▶ **WHAT IS BEING ASKED**: From the data below, copy exactly the lines that lie between the one holding "const ctx = await newContext(browser);" and the one holding "---- what a", including both, and nothing more.

▶ **DATA FOR REVIEW**:
- Opening Delimiter -

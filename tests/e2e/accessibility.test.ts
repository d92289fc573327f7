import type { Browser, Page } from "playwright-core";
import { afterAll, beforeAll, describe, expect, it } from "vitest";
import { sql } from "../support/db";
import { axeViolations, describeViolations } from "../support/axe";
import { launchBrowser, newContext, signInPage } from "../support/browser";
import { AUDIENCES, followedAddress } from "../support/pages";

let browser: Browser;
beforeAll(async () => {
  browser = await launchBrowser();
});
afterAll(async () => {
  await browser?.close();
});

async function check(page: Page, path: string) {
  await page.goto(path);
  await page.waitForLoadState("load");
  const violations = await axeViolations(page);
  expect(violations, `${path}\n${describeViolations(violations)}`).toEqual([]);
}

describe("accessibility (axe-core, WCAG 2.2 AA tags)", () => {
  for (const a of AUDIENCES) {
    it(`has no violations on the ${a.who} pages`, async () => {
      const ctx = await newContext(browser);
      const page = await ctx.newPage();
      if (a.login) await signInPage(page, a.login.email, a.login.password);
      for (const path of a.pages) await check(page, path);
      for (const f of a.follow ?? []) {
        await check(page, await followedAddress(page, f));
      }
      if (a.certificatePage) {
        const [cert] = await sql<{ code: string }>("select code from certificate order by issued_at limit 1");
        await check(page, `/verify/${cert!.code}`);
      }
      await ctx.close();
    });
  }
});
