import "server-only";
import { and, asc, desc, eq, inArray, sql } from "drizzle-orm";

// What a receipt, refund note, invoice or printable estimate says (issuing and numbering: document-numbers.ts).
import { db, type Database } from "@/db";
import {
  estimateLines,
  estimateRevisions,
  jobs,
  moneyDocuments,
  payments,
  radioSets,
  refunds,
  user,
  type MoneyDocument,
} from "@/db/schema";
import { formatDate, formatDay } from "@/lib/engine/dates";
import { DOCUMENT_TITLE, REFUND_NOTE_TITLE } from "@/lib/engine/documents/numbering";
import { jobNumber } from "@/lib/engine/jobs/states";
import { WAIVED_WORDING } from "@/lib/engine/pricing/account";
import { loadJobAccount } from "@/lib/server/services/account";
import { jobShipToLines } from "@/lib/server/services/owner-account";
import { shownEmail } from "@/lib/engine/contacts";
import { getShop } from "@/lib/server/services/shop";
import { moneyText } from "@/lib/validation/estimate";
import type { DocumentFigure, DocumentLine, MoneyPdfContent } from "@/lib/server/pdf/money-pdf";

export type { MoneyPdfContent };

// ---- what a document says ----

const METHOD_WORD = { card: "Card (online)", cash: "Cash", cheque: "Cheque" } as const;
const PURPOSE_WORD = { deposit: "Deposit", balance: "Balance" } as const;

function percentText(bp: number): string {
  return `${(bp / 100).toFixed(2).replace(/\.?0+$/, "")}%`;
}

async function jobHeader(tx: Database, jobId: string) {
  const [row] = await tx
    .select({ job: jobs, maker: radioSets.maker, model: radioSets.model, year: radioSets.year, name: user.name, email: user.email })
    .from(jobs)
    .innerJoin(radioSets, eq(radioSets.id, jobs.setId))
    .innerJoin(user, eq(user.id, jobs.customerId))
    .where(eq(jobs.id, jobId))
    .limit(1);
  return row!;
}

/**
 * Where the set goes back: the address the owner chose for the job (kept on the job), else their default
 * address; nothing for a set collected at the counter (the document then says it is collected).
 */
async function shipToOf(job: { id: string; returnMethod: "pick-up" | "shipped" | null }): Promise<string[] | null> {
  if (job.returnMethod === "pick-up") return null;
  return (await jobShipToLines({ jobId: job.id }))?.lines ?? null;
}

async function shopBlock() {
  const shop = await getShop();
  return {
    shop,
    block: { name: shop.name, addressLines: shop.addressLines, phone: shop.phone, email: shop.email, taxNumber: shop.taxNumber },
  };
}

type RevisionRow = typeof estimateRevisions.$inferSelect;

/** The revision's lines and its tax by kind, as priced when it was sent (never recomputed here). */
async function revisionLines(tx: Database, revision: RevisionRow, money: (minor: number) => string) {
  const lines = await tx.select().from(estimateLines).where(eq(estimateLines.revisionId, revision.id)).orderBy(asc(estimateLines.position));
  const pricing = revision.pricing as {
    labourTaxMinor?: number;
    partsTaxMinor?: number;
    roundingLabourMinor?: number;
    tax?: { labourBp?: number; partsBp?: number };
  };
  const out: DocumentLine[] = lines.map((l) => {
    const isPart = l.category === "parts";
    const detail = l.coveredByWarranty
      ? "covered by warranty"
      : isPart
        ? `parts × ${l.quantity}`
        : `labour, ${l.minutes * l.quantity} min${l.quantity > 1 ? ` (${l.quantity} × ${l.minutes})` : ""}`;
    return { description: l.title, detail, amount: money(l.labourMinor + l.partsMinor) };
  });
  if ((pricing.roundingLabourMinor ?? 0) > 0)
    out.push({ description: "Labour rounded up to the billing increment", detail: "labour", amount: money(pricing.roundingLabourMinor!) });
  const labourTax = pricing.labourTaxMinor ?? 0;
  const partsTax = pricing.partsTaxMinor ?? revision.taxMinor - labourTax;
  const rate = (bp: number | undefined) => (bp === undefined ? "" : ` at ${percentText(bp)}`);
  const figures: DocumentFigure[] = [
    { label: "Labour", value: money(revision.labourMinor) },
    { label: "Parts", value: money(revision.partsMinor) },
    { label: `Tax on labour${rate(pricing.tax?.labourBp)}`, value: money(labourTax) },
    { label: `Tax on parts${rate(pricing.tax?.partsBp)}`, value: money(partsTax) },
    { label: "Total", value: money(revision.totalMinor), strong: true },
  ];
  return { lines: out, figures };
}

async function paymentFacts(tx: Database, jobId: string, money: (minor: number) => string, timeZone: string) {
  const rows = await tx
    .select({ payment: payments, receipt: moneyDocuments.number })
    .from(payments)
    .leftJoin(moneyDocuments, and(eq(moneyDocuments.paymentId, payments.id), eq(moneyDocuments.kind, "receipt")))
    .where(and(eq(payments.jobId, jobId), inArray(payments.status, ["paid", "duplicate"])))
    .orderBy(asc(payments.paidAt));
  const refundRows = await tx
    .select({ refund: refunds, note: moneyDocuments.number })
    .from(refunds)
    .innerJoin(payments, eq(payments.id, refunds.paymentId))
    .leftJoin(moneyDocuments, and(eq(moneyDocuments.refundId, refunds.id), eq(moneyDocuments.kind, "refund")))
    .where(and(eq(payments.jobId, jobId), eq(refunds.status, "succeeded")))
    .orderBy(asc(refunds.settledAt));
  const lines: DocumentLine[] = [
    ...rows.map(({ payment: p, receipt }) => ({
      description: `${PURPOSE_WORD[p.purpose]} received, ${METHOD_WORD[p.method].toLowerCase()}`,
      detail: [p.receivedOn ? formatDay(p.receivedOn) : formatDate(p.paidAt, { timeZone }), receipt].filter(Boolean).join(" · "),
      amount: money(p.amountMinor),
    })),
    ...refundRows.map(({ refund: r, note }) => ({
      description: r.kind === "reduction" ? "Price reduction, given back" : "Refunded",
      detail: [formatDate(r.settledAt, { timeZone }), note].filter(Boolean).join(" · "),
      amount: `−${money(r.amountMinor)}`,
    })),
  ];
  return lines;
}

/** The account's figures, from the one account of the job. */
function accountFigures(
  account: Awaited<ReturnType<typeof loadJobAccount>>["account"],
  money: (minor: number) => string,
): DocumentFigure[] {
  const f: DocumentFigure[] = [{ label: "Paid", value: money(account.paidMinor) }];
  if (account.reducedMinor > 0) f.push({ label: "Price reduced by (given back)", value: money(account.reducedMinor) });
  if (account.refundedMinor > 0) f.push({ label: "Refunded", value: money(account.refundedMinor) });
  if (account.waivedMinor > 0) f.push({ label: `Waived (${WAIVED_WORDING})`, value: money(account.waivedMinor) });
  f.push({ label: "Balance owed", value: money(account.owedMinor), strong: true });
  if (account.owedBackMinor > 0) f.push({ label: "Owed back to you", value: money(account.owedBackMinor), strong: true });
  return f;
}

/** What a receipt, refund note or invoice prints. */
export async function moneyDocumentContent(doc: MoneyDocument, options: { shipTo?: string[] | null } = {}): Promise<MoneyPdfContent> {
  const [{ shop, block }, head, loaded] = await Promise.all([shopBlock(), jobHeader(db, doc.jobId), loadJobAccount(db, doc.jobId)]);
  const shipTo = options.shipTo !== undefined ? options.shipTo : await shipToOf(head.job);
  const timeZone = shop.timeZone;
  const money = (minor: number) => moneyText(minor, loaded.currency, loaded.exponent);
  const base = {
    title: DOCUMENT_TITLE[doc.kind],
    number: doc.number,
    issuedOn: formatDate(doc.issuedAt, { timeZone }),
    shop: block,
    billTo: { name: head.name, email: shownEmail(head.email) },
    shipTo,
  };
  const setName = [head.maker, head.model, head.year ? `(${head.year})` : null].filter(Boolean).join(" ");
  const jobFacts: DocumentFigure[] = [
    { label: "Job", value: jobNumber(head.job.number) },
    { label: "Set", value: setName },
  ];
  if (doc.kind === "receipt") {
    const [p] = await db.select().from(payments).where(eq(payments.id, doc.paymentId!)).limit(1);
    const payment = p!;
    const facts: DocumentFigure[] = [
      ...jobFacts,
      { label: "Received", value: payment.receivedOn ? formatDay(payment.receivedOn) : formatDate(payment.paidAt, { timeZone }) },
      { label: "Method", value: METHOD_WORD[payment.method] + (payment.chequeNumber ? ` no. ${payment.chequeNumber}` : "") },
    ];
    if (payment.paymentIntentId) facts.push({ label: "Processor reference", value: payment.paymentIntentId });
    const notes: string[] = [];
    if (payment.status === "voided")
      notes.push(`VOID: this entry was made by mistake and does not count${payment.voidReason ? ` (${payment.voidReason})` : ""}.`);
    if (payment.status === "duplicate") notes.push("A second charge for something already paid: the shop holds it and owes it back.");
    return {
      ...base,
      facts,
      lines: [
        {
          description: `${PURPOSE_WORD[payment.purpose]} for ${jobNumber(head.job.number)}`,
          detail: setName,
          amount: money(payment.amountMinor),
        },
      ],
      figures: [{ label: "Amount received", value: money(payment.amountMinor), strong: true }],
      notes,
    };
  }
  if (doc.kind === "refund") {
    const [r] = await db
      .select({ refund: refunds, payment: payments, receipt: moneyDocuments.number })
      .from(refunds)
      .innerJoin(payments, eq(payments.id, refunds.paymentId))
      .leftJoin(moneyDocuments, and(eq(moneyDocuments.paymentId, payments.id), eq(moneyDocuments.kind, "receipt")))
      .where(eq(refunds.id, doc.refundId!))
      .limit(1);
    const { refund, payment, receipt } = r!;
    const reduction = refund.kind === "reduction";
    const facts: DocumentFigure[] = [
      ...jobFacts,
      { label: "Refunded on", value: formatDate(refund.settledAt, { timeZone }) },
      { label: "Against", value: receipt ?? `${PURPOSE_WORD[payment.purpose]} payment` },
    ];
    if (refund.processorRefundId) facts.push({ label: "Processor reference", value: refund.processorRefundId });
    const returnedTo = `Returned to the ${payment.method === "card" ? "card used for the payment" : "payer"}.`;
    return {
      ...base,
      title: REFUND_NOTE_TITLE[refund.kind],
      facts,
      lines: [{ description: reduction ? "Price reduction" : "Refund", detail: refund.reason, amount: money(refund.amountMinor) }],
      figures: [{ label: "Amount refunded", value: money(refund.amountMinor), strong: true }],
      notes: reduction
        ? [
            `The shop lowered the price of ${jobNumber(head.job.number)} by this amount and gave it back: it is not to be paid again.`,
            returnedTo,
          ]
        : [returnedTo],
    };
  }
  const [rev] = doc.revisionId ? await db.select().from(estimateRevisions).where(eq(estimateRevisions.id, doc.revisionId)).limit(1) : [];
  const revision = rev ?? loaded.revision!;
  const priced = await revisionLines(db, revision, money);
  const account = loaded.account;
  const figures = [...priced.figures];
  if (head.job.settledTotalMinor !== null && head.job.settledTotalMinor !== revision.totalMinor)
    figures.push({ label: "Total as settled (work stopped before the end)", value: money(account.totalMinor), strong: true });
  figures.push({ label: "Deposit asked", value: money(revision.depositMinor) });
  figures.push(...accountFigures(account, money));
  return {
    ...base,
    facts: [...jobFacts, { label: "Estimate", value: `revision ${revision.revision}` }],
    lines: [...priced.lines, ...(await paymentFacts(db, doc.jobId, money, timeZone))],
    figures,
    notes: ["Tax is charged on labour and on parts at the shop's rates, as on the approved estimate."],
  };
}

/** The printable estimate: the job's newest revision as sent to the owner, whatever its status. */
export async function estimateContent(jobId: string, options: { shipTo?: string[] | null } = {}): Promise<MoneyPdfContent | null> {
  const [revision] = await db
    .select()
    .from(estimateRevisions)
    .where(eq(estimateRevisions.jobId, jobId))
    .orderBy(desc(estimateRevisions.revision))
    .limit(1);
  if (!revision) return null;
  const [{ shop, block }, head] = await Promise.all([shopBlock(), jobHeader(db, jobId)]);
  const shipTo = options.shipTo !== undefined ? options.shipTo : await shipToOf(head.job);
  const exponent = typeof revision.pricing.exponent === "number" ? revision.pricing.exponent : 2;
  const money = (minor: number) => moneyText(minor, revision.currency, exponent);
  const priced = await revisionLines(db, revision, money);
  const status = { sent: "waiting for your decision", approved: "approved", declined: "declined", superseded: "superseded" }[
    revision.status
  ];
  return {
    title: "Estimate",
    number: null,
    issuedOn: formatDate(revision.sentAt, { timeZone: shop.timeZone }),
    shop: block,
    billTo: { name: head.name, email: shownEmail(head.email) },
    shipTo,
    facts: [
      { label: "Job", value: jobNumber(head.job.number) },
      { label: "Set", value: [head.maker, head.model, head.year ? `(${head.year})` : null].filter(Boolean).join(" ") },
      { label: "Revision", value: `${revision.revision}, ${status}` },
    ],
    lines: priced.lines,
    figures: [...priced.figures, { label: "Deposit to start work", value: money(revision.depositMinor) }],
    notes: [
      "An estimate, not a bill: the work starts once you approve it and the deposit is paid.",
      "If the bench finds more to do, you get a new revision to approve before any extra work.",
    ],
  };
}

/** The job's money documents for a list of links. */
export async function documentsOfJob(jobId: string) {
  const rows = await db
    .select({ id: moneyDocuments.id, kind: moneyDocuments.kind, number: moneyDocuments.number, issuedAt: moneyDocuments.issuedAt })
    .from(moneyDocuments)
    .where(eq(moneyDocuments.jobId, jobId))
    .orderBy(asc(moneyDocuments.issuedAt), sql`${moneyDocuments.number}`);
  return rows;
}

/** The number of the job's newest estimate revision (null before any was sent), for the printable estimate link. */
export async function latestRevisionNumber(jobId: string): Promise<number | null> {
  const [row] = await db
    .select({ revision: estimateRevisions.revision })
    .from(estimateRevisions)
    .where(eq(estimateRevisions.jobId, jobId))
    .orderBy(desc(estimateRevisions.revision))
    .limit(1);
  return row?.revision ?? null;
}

- Closing Delimiter -

▶ **THE ANSWER**:
      const ctx = await newContext(browser);
      const page = await ctx.newPage();
      if (a.login) await signInPage(page, a.login.email, a.login.password);
      for (const path of a.pages) await check(page, path);
      for (const f of a.follow ?? []) {
        await check(page, await followedAddress(page, f));
      }
      if (a.certificatePage) {
        const [cert] = await sql<{ code: string }>("select code from certificate order by issued_at limit 1");
        await check(page, `/verify/${cert!.code}`);
      }
      await ctx.close();
    });
  }
});
import "server-only";
import { and, asc, desc, eq, inArray, sql } from "drizzle-orm";

// What a receipt, refund note, invoice or printable estimate says (issuing and numbering: document-numbers.ts).
import { db, type Database } from "@/db";
import {
  estimateLines,
  estimateRevisions,
  jobs,
  moneyDocuments,
  payments,
  radioSets,
  refunds,
  user,
  type MoneyDocument,
} from "@/db/schema";
import { formatDate, formatDay } from "@/lib/engine/dates";
import { DOCUMENT_TITLE, REFUND_NOTE_TITLE } from "@/lib/engine/documents/numbering";
import { jobNumber } from "@/lib/engine/jobs/states";
import { WAIVED_WORDING } from "@/lib/engine/pricing/account";
import { loadJobAccount } from "@/lib/server/services/account";
import { jobShipToLines } from "@/lib/server/services/owner-account";
import { shownEmail } from "@/lib/engine/contacts";
import { getShop } from "@/lib/server/services/shop";
import { moneyText } from "@/lib/validation/estimate";
import type { DocumentFigure, DocumentLine, MoneyPdfContent } from "@/lib/server/pdf/money-pdf";

export type { MoneyPdfContent };

// ---- what a document says ----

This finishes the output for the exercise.